§ **INPUT MATERIAL**:
"""Labels on the maps: placed clear of each other, inside the map, on every panel.

The checks read the drawn boxes from matplotlib's own renderer (the text's box patch
as drawn), not pixels: two labels overlap when their boxes share more than half a
pixel each way.  What a reader needs of a map label is common practice, no source:
each label readable (not covered), next to what it names, and inside the map.
"""

from __future__ import annotations

import pytest

from keepclear.fields import maps, plots
from keepclear.fields.compare import OWN_PANEL_FRACTION, compare_options
from keepclear.fields.keepout import keepout_distances
from keepclear.fields.scenario import load_scenario

from .conftest import ISOTROPIC

LIMITS = '[exposure]\nlimits = ["icnirp-2020/general-public", "icnirp-2020/occupational"]\n'


def _drawn_labels(fig, ax):
    """(gid, text, box) of every placed label of an axes, after a draw."""
    fig.canvas.draw()
    renderer = fig.canvas.get_renderer()
    out = []
    for t in ax.texts:
        gid = t.get_gid() or ""
        if not gid.startswith("label-"):
            continue
        patch = t.get_bbox_patch()
        box = patch.get_window_extent(renderer) if patch else t.get_window_extent(renderer)
        out.append((gid, t.get_text(), box))
    return out


def _overlap_px(a, b) -> float:
    return min(min(a.x1, b.x1) - max(a.x0, b.x0), min(a.y1, b.y1) - max(a.y0, b.y0))


def _inside(box, frame) -> bool:
    tol = 0.5
    return (
        box.x0 >= frame.x0 - tol
        and box.x1 <= frame.x1 + tol
        and box.y0 >= frame.y0 - tol
        and box.y1 <= frame.y1 + tol
    )


def _crowded(write_scenario, source_id: str = "s"):
    # Six places within 0.4 m of each other beside the source, on a 3 m map: the
    # letters, the source's name and both contour numbers compete for the same room.
    text = ISOTROPIC.replace('id = "s"', f'id = "{source_id}"') + LIMITS
    spots = [(0.5, 0.3), (0.55, 0.35), (0.6, 0.28), (0.45, 0.4), (0.2, -0.1), (0.62, 0.45)]
    for i, (x, y) in enumerate(spots):
        text += f'\n[[point]]\nname = "p{i}"\nposition_m = [{x}, {y}, 0.0]\n'
    scenario = load_scenario(write_scenario(text))
    keepouts = keepout_distances(scenario)
    plane = maps.principal_plane("xy", [0.0, 0.0, 0.0])
    run = maps.run_map(scenario, plane, keepouts, half_extent_m=3.0, pixels=41)
    return scenario, keepouts, run


def test_labels_of_a_crowded_map_do_not_overlap_and_stay_inside(write_scenario):
    scenario, keepouts, run = _crowded(write_scenario)
    fig = plots.map_figure(run.result, scenario, keepouts)
    ax = fig.axes[0]
    labels = _drawn_labels(fig, ax)
    gids = [g for g, _, _ in labels]
    # Every place lettered, the source named, every contour numbered.
    letters = {f"label-place-{maps.point_letter(i)}" for i in range(6)}
    assert letters <= set(gids)
    assert "label-source-0" in gids
    drawn = [i for i, lid in enumerate(run.result.limit_ids) if maps.contour_lines(run.result, lid)]
    assert len(drawn) == 2
    assert {f"label-contour-{i + 1}" for i in drawn} <= set(gids)
    frame = ax.get_window_extent()
    for i, (ga, _, a) in enumerate(labels):
        assert _inside(a, frame), ga
        for gb, _, b in labels[i + 1 :]:
            assert _overlap_px(a, b) <= 0.5, (ga, gb, a, b)


def test_layout_is_the_same_when_drawn_again(write_scenario):
    scenario, keepouts, run = _crowded(write_scenario)
    first = _drawn_labels(fig := plots.map_figure(run.result, scenario, keepouts), fig.axes[0])
    again = _drawn_labels(fig := plots.map_figure(run.result, scenario, keepouts), fig.axes[0])
    assert [(g, t) for g, t, _ in first] == [(g, t) for g, t, _ in again]
    for (_, _, a), (_, _, b) in zip(first, again, strict=True):
        assert a.x0 == pytest.approx(b.x0, abs=0.5) and a.y0 == pytest.approx(b.y0, abs=0.5)


def test_a_long_source_name_is_cut_inside_the_map_and_given_whole_in_the_legend(write_scenario):
    long_id = "weed-control-applicator-prototype-screening-source-on-the-orchard-trailer"
    scenario, keepouts, run = _crowded(write_scenario, long_id)
    fig = plots.map_figure(run.result, scenario, keepouts)
    ax = fig.axes[0]
    labels = {g: (t, box) for g, t, box in _drawn_labels(fig, ax)}
    text, box = labels["label-source-0"]
    assert text.endswith("…") and long_id.startswith(text[:-1])
    frame = ax.get_window_extent()
    assert _inside(box, frame)
    assert box.width <= plots.SOURCE_LABEL_WIDTH * frame.width + 1.0
    legend = " ".join(t.get_text().replace("\n", "") for t in fig.legends[0].get_texts())
    assert long_id in legend


def test_units_stay_with_their_numbers_when_a_caption_wraps():
    caption = "(d) 4. aluminium screen: keep-out 14.67 m, zone 39.06 m²"
    for width in range(20, 60):
        lines = plots.wrap_words(caption, width)
        assert not any(line.strip() in {"m", "m²"} for line in lines), (width, lines)
        assert " ".join(lines).replace("\u00a0", " ") == caption
    # Hyphenated words stay whole.
    assert "keep-out" in " ".join(plots.wrap_words("a keep-out of 3.14 m", 8))


def test_every_compare_panel_letters_every_place(write_scenario):
    # A small option (a third of the power) gets a panel of its own extent; both panels
    # letter the same places with the legend's letters.
    text = ISOTROPIC.replace("power_w = 100.0", "power_w = 2000.0", 1) + LIMITS
    for i, (x, y) in enumerate([(1.0, 0.5), (1.1, 0.6), (-0.8, 1.0)]):
        text += f'\n[[point]]\nname = "place {i}"\nposition_m = [{x}, {y}, 0.0]\n'
    text += '\n[[option]]\nname = "a tenth"\n[[option.source]]\nid = "s"\npower_w = 200.0\n'
    comparison = compare_options(load_scenario(write_scenario(text)), pixels=21)
    assert any(v.panel is not None for v in comparison.variants)
    fig = comparison.figure()
    panels = [ax for ax in fig.axes if ax.get_images()]
    assert len(panels) == 2
    legend = [t.get_text() for t in fig.legends[0].get_texts()]
    for letter in "ABC":
        assert any(t.split()[:2] == [letter, "place"] for t in legend), legend
    for ax in panels:
        labels = _drawn_labels(fig, ax)
        assert {t for g, t, _ in labels if g.startswith("label-place-")} == {"A", "B", "C"}
        for i, (ga, _, a) in enumerate(labels):
            for gb, _, b in labels[i + 1 :]:
                assert _overlap_px(a, b) <= 0.5, (ga, gb)
    # No caption leaves its unit alone on a line.
    for ax in panels:
        assert all(line.strip() != "m²" for line in ax.get_title(loc="left").splitlines())


@pytest.mark.parametrize(("option_power_w", "own"), [(770.0, True), (1700.0, False)])
def test_an_option_with_a_much_smaller_zone_gets_its_own_panel(write_scenario, option_power_w, own):
    # Keep-out of an isotropic source goes as the square root of the power (far field,
    # S = P / (4 pi r^2)): 770 W of 2000 W gives 0.62 of the keep-out (the seed-dryer
    # case: 3.14 m against 5.06 m), 1700 W gives 0.92.
    text = ISOTROPIC.replace("power_w = 100.0", "power_w = 2000.0", 1) + LIMITS
    text += (
        f'\n[[option]]\nname = "less"\n[[option.source]]\nid = "s"\npower_w = {option_power_w}\n'
    )
    comparison = compare_options(load_scenario(write_scenario(text)), pixels=21)
    less = next(v for v in comparison.variants if v.name == "less")
    base = next(v for v in comparison.variants if v.is_base)
    ratio = less.largest_keepout_m / base.largest_keepout_m
    assert ratio == pytest.approx((option_power_w / 2000.0) ** 0.5, rel=0.02)
    assert (less.panel is not None) is own
    if own:
        mine = less.panel.result.grid.extent_m
        common = base.floor.result.grid.extent_m
        assert mine[1] - mine[0] < OWN_PANEL_FRACTION * (common[1] - common[0])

§ **PROBLEM**: Copy out every line from the material above in which the word "both" appears.

§ **EXERCISE RESPONSE**:
    # letters, the source's name and both contour numbers compete for the same room.
    # A small option (a third of the power) gets a panel of its own extent; both panels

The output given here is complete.